Writer to Writer: From Think to Ink. By Gail Carson Levine. Harper. $16.99.

     Here is a book that reads like a series of blog entries lifted from the Web and assembled in print form – because that is exactly what it is. Levine, best known as the author of Ella Enchanted and other fairy-tale rethinkings and spinoffs, uses her presence at www.gailcarsonlevine.blogspot.com to give writing tips and advice to aspiring authors. She has also written a book about her craft called Writing Magic, and Writer to Writer is a companion volume of sorts – although it stands perfectly well on its own.

     Levine’s strength is not really in the information she imparts, which is straightforward, unexceptional and readily available elsewhere: accept rejection and make use of its value, read constantly and learn from what other authors have done, use your real life to conceptualize and map fiction, and so on.

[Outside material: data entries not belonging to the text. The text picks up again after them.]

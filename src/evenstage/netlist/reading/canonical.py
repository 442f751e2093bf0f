"""The text of a netlist with one card per line, byte for byte at its old place.

Reading a card is fastest where it is one line in lower case with nothing but blanks between its
words. This module makes such a text without moving anything: letters become lower case, line ends
become line feeds, and comments, remarks and the joints of continuation lines become blanks. What is
a comment, a remark or a continuation is said by section 6 of the grammar; the tests hold the two
against each other on generated texts.
"""

from __future__ import annotations

import re
from functools import cache

import numpy as np
from numpy.typing import NDArray

from evenstage.netlist.grammar import ENCODING, terminal

Bytes = NDArray[np.uint8]
Indices = NDArray[np.intp]
Mask = NDArray[np.bool_]

BOM = b"\xef\xbb\xbf"
_BLANK, _NEWLINE, _PLUS, _STAR, _DOT, _SLASH = (ord(c) for c in " \n+*./")
_BLANKS = np.zeros(256, np.bool_)
_BLANKS[[b for b in range(33) if b not in {10, 13}]] = True
_PADDING = b"\n\n\n"


def _among(characters: str) -> Mask:
    table = np.zeros(256, np.bool_)
    table[[ord(c) for c in characters]] = True
    return table


_REMARKS = _among("$;")
_LETTERS = _among("abcdefghijklmnopqrstuvwxyz")


def canonical(raw: bytes, start: int = 0) -> bytes:
    """Return a text of the same length with one card per line.

    Parameters
    ----------
    raw : bytes
        The file.
    start : int
        Where its first card may begin; what stands before (a title) becomes blank.
    """
    text = bytearray(raw.lower().replace(b"\r", b"\n") + _PADDING)
    if raw.startswith(BOM):
        start = max(start, len(BOM))
    text[:start] = b" " * start
    view = np.frombuffer(text, np.uint8)
    lines = _Lines(view, len(raw))
    lines.blank_comments()
    lines.join_continuations()
    lines.blank_remarks()
    del lines, view
    return bytes(text[: len(raw)])


class _Lines:
    """The lines of a text, which its methods change in place.

    Parameters
    ----------
    view : Bytes
        The text with padding, writable.
    size : int
        Its length without padding.
    """

    def __init__(self, view: Bytes, size: int) -> None:
        self.view = view
        ends = np.flatnonzero(view[:size] == _NEWLINE)
        self.starts: Indices = np.concatenate([np.zeros(1, np.intp), ends + 1])
        self.ends: Indices = np.append(ends, size)
        self.first = self._first_marks()
        mark = view[self.first]
        self.plus: Mask = mark == _PLUS
        directive = (
            (mark == _STAR) & (view[self.first + 1] == _DOT) & _LETTERS[view[self.first + 2]]
        )
        slashes = (mark == _SLASH) & (view[self.first + 1] == _SLASH)
        self.comment: Mask = (mark == _STAR) | _REMARKS[mark] | slashes
        anchor = directive | ~(self.comment | self.plus | (mark == _NEWLINE))
        number = np.arange(len(mark))
        # The card or directive each line belongs to; -1 before the first.
        self.owner: Indices = np.maximum.accumulate(np.where(anchor, number, -1))
        of_directive = self.plus & (self.owner >= 0) & directive[self.owner]
        self.comment |= of_directive
        self.joined: Indices = np.flatnonzero(self.plus & (self.owner >= 0) & ~of_directive)
        # The last line of the card that begins on each line.
        self.last: Indices = number.copy()
        self.last[self.owner[self.joined]] = self.joined

    def _first_marks(self) -> Indices:
        """Return the place of the first byte of each line that is not blank."""
        first = self.starts.copy()
        indented = np.flatnonzero(_BLANKS[self.view[first]])
        while len(indented):
            first[indented] += 1
            indented = indented[_BLANKS[self.view[first[indented]]]]
        return first

    def blank_comments(self) -> None:
        """Blank comment lines, and the lines a directive is continued on."""
        if self.comment.any():
            self._blank(self.first[self.comment], self.ends[self.comment])

    def _blank(self, starts: Indices, ends: Indices) -> None:
        """Blank some ranges."""
        lengths = ends - starts
        before = np.cumsum(lengths) - lengths
        self.view[np.repeat(starts - before, lengths) + np.arange(lengths.sum())] = _BLANK

    def join_continuations(self) -> None:
        """Blank each ``+`` that continues a card and the line ends up to it."""
        if len(self.joined) == 0:
            return
        self.view[self.first[self.joined]] = _BLANK
        inside = np.flatnonzero(
            (self.owner >= 0) & (self.last[self.owner] > np.arange(len(self.last)))
        )
        self.view[self.ends[inside]] = _BLANK

    def blank_remarks(self) -> None:
        """Blank each remark from its sign to the end of its line."""
        places = np.union1d(self._places("$;"), self._double_slashes())
        before = self.view[places - 1]
        places = places[(places == 0) | (before <= _BLANK)]
        if len(places) == 0:
            return
        line = np.searchsorted(self.starts, places, "right") - 1
        owner = np.where(self.owner[line] < 0, line, self.owner[line])
        quoted = self._cards_with_quotes()[owner]
        for card in np.unique(owner[quoted]).tolist():
            self._strip_card(card)
        line, first = np.unique(line[~quoted], return_index=True)
        self._blank(places[~quoted][first], self.ends[line])

    def _places(self, signs: str) -> Indices:
        """Return where some signs stand (comparing is ten times as fast as a table)."""
        found = self.view == ord(signs[0])
        for sign in signs[1:]:
            found |= self.view == ord(sign)
        return np.flatnonzero(found)

    def _double_slashes(self) -> Indices:
        """Return where two slashes stand together."""
        places = self._places("/")
        double: Indices = places[self.view[places + 1] == _SLASH]
        return double

    def _cards_with_quotes(self) -> Mask:
        """Tell for each line whether the card that begins there holds a quote."""
        found = np.zeros(len(self.starts), np.bool_)
        line = np.searchsorted(self.starts, self._places("'\"{"), "right") - 1
        found[np.where(self.owner[line] < 0, line, self.owner[line])] = True
        return found

    def _strip_card(self, card: int) -> None:
        """Blank the remarks of one card that also holds quotes."""
        start, end = int(self.starts[card]), int(self.ends[self.last[card]])
        base = max(start - 1, 0)
        text = self.view[base:end].tobytes()
        at = start - base
        while match := _quoted_or_remark().search(text, at):
            at = match.end()
            if match.lastgroup == "remark":
                place = match.start() + base
                stop = int(self.ends[np.searchsorted(self.starts, place, "right") - 1])
                self.view[place:stop] = _BLANK
                at = stop - base


@cache
def _quoted_or_remark() -> re.Pattern[bytes]:
    quoted = "|".join(terminal(name) for name in ("QUOTED", "STRING", "BRACED"))
    return re.compile(rf"{quoted}|(?P<remark>(?<![^\x00-\x20])(?:[$;]|//))".encode(ENCODING))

What is helpful in Writer to Writer is the sense of chatting with a successful, established author, the sense of humor with which Levine presents her material, and the constant references to various books – her own and many others – with which Levine makes and enlarges on her points. She is particularly fond of James Barrie’s Peter Pan, a work that few young readers likely know (the novel dates to 1911, the preceding play to 1904). She uses Barrie’s novel both to show stylistic points and to explain ways in which writers can use particular techniques: “Contemporary stories don’t usually use foreshadowing as directly as this [passage in Peter Pan], unless the writer is being funny.” She uses her own books in similar ways: “Ella’s character doesn’t change very much in the course of Ella Enchanted. …[S]he has much the same personality at the end as she did when her mother got sick. On the other hand, Addie, the heroine of my book The Two Princesses of Bamarre, is fundamentally altered as a result of her exploits…” This latter example is part of a discussion of character change in general: “Sometimes the reader absolutely does not want a character to change. As a child, I gobbled up books in the Cherry Ames series. I did not want Cherry to switch even the color of her lipstick!” Again, as with Peter Pan, this series is not likely to be one that many contemporary readers know: the 27 student-nurse novels (by two different authors) were published from 1943 to 1968. Aspiring young writers will find that they need to look into books with which they are not familiar in order to understand everything Levine says and get the most benefit from it.

     Levine discusses her own uncertainties and weaknesses in Writer to Writer, although usually just in passing. “I’ve had trouble, more than once, making my MC [main character] sympathetic,” for example, leads into a discussion of creating main characters that readers will like. Among her suggestions are to “think of real people and what you like about them,” to have a character rescue someone or something, and to use “thoughts, feelings, speech, [and] appearance.” On the opposite side, she has a chapter called “Villainy” in which she cites the Sherlock Holmes passage about Holmes’ nemesis, Moriarty, explaining that “Arthur Conan Doyle relies…on the reader’s imagination to make Moriarty threatening.” Explaining that comic-book villains do not have to be believable, she admits her own predilection for villains who are “interesting” and cites one who is “awful, but he has a personality, and the reader hates him even more for it.”

     Levine is careful to explain her own viewpoint about various elements of writing as she presents the alternatives. For example: “As a reader I’m not fond of stories in which the moral dominates. I don’t read fiction to be lectured to. …When I write, I don’t think about a moral or a theme. I start with an idea or a question.” Another instance of this: “I’m prejudiced in favor of past tense, which I think is more flexible [than present tense] even when we’re writing a gritty, contemporary tale. …For a writer, present tense seems like more of a decision. Past tense seems more like, for good or ill, choosing the common path.” Yet Levine is well aware of the power of present tense, offering readers yet another Barrie passage to show how past and present can be skillfully interwoven: “All children, except one, grow up. They soon know that they will grow up, and the way Wendy knew was this…”

     It is, of course, up to readers of Writer to Writer to decide whether or not to follow Levine’s guidelines – one of which, repeated at the end of every chapter, is “Have fun, and save what you write!” That, in the slightly expanded form of “save everything you write, whether you like it or not,” is one of seven rules that Levine sets down at the start of the book – the first three of which are the same: “The best way to write better is to write more.” Nothing exceptional there; nothing aspiring writers have not been told again and again for many, many years. Those who enjoy Levine’s books and wonder what she, in particular, advises would-be writers to do, may nevertheless find Writer to Writer revelatory. As for getting one’s writing published – well, that would be a subject for another book altogether.